BEGIN Material provided

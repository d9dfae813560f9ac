"""What every reader shares: the header check, the identifier screen and the quarantine of
flagged rows, control characters, and the landed columns a reader's rows end in.
"""

from __future__ import annotations

import difflib
import re
from collections.abc import Iterable
from pathlib import Path

import polars as pl

from pipeline.core import identifiers
from pipeline.core.pseudonymise import SHARED_DOMAIN
from pipeline.core.settings import STANDARD_FIELDS, Settings, SourceConfig
from pipeline.stages.ingest.inbox import FileFault, InboxFile

_MASK = "[person]"

#: A person token this long or longer is masked wherever it occurs inside another field's value
#: (a result value, unit or specimen id that holds the token), by every reader. A shorter one is
#: not: it would sit by chance inside real values ("1" in "1.0") and change them, while it
#: identifies no one alone. The raw text of a row is masked at any token length.
MIN_TOKEN_MASKED_IN_VALUES = 6


def mask_in_value(value: str | None, tokens: Iterable[str]) -> str | None:
    """``value`` with every occurrence of each token of ``tokens`` at least
    :data:`MIN_TOKEN_MASKED_IN_VALUES` long replaced by the mask, in one pass (longest token
    first, and a mask already written is not searched again).
    """
    if not value:
        return value
    kept = sorted({t for t in tokens if t and len(t) >= MIN_TOKEN_MASKED_IN_VALUES}, key=len,
                  reverse=True)  # fmt: skip
    if not kept or not any(t in value for t in kept):
        return value
    return re.sub("|".join(re.escape(t) for t in kept), lambda _: _MASK, value)


def _header_fault(
    path: Path, header: list[str], wanted: dict[str, str], delimiter: str | None
) -> str | None:
    """Why the header lacks a required column, or None; ``delimiter`` None: a Parquet schema."""
    missing = [col for col in wanted.values() if col not in header]
    if not missing:
        return None
    where = "line 1" if delimiter is not None else "the file's schema"
    if (
        delimiter is not None
        and len(header) == 1
        and any(d in header[0] for d in ",;\t|" if d != delimiter)
    ):
        return (
            f"{path}: line 1: the header has one column {header[0][:60]!r}; the file does not "
            f"seem to use the delimiter {delimiter!r} set for this source"
        )
    hints = []
    for col in missing:
        close = difflib.get_close_matches(col, header, n=1)
        hints.append(f"{col!r}" + (f" (found {close[0]!r}: a typo?)" if close else ""))
    return f"{path}: {where}: missing required column(s) {', '.join(hints)}"


#: The characters Python's ``str.strip()`` removes (``str.isspace``): Unicode White_Space plus
#: the information separators U+001C..U+001F, which polars' own ``strip_chars()`` keeps. The
#: bulk reader strips with these so that a token or a blank line is judged as the csv reader's
#: path judges it (tests/unit/stages/ingest/test_rows.py checks the set against ``str.isspace``).
PY_WHITESPACE = (
    "\t\n\x0b\x0c\r\x1c\x1d\x1e\x1f \x85\xa0\u1680\u2000\u2001\u2002\u2003\u2004\u2005\u2006"
    "\u2007\u2008\u2009\u200a\u2028\u2029\u202f\u205f\u3000"
)


def _apply_screen(
    source: SourceConfig,
    item: InboxFile,
    path: Path,
    findings: list[identifiers.Finding],
    aliases: dict[str, str] | None = None,
    rows_ok: bool = True,
) -> list[identifiers.Finding]:
    """Refuse the file (a FileFault) for any finding of a whole column the source does not
    allow; return the findings of a few values (their rows are quarantined), keep the rest.
    ``rows_ok`` False: any finding refuses the file (records that are not stored as rows).
    """
    refused, allowed = identifiers.split_allowed(
        findings, source.allowed_identifier_columns, aliases
    )
    whole = [f for f in refused if f.whole_column or not rows_ok]
    if whole:
        raise FileFault(identifiers.refusal_message(path, whole, source.id))
    item.allowed_identifiers.extend(allowed)
    rows = [f for f in refused if not f.whole_column]
    if rows:
        item.notes.append(identifiers.quarantine_note(rows))
    return rows


def _quarantine(frame: pl.DataFrame, findings: list[identifiers.Finding]) -> pl.DataFrame:
    """Reject every row holding a value the screen flagged (``identifier_in_value``): the reason
    names the column and the pattern, and the row's text is not kept.
    """
    if not findings:
        return frame
    reasons: dict[int, str] = {}
    for f in findings:
        for line in f.lines:
            reasons.setdefault(line, identifiers.quarantine_reason(f))
    flagged = pl.DataFrame({"line_no": list(reasons), "_reason": list(reasons.values())},
                           schema={"line_no": pl.Int64, "_reason": pl.String})  # fmt: skip
    out = frame.join(flagged, on="line_no", how="left", maintain_order="left")
    hit = pl.col("_reason").is_not_null()
    return out.with_columns(
        pl.when(hit).then(pl.col("_reason")).otherwise(pl.col("row_fault")).alias("row_fault"),
        pl.when(hit)
        .then(pl.lit("[text withheld: the identifier screen flagged a field]"))
        .otherwise(pl.col("raw_text"))
        .alias("raw_text"),
    ).drop("_reason")


def _to_landed(frame: pl.DataFrame, source: SourceConfig, item: InboxFile) -> pl.DataFrame:
    """Trim, map the source's own codes to standard ones and name the landed columns."""
    trimmed = frame.with_columns(pl.col(f).str.strip_chars() for f in STANDARD_FIELDS)
    value = pl.col("value")
    clean = value
    if source.thousands_separator:
        clean = clean.str.replace_all(source.thousands_separator, "", literal=True)
    if source.decimal_mark == ",":
        clean = clean.str.replace_all(",", ".", literal=True)

    def mapped(col: str, mapping: dict[str, str]) -> pl.Expr:
        if not mapping:
            return pl.col(col)
        return pl.col(col).replace(mapping)

    domain = SHARED_DOMAIN if source.linkage == "shared" else source.id
    return trimmed.select(
        pl.lit(source.id).alias("source_id"),
        pl.lit(item.file_id, dtype=pl.Int64).alias("file_id"),
        "line_no",
        "raw_text",
        "row_fault",
        pl.lit(domain).alias("linkage_domain"),
        pl.when(pl.col("person_token") != "").then(pl.col("person_token")).alias("person_token"),
        pl.col("birth_year").alias("birth_year_text"),
        mapped("sex", source.sex_codes).alias("sex_text"),
        pl.col("district_code"),
        pl.col("specimen_id"),
        pl.col("collected_date").alias("collected_text"),
        mapped("test_code", source.test_codes).alias("test_code"),
        pl.col("test_code").alias("test_code_text"),
        value.alias("value_text"),
        clean.alias("value_clean"),
        pl.col("unit").alias("unit_text"),
        mapped("status", source.status_codes).str.to_lowercase().alias("status"),
        pl.col("status").alias("status_text"),
        pl.col("height_cm").alias("height_text"),
        pl.col("reported_at").alias("reported_text"),
        mapped("fasting", source.fasting_codes).alias("fasting_text"),
    )


#: C0 and C1 control characters other than tab, line feed and carriage return (which a quoted
#: field may hold): a value carrying one is rejected, never stored.
CONTROL = r"[\x00-\x08\x0B\x0C\x0E-\x1F\x7F-\x9F]"
#: The landed text fields checked for control characters, with the name used in messages.
_CHECKED_FIELDS = {
    "person_token": "person_token", "birth_year_text": "birth_year", "sex_text": "sex",
    "district_code": "district_code", "specimen_id": "specimen_id", "collected_text": "collected_date",
    "test_code_text": "test_code", "value_text": "value", "unit_text": "unit", "status_text": "status",
    "height_text": "height_cm", "reported_text": "reported_at", "fasting_text": "fasting",
}  # fmt: skip


def reject_control_characters(frame: pl.DataFrame) -> pl.DataFrame:
    """Reject a row with a control character in any field (``control_character``), naming
    the field, not the value; in the kept raw text each such character becomes U+FFFD.
    """
    fault = pl.lit(None, dtype=pl.String)
    for col, name in reversed(_CHECKED_FIELDS.items()):
        fault = (
            pl.when(pl.col(col).str.contains(CONTROL))
            .then(pl.lit(f"control_character:field {name!r} holds a control character"))
            .otherwise(fault)
        )
    return frame.with_columns(
        pl.coalesce(pl.col("row_fault"), fault).alias("row_fault"),
        pl.col("raw_text").str.replace_all(CONTROL, "\ufffd"),
    )


def district_places(settings: Settings) -> tuple[str, ...]:
    """The region's district names and codes: two capitalised words there are a place, not a
    person (the identifier screen leaves them alone).
    """
    return (*settings.districts.values(), *settings.districts.keys())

END Material provided

## Work item
Set down the lines of the records exactly, from the first one through the line containing "import polars as pl", and add nothing else.

## Response area
repository d9dfae813560f9ac
"""What every reader shares: the header check, the identifier screen and the quarantine of
flagged rows, control characters, and the landed columns a reader's rows end in.
"""

from __future__ import annotations

import difflib
import re
from collections.abc import Iterable
from pathlib import Path

import polars as pl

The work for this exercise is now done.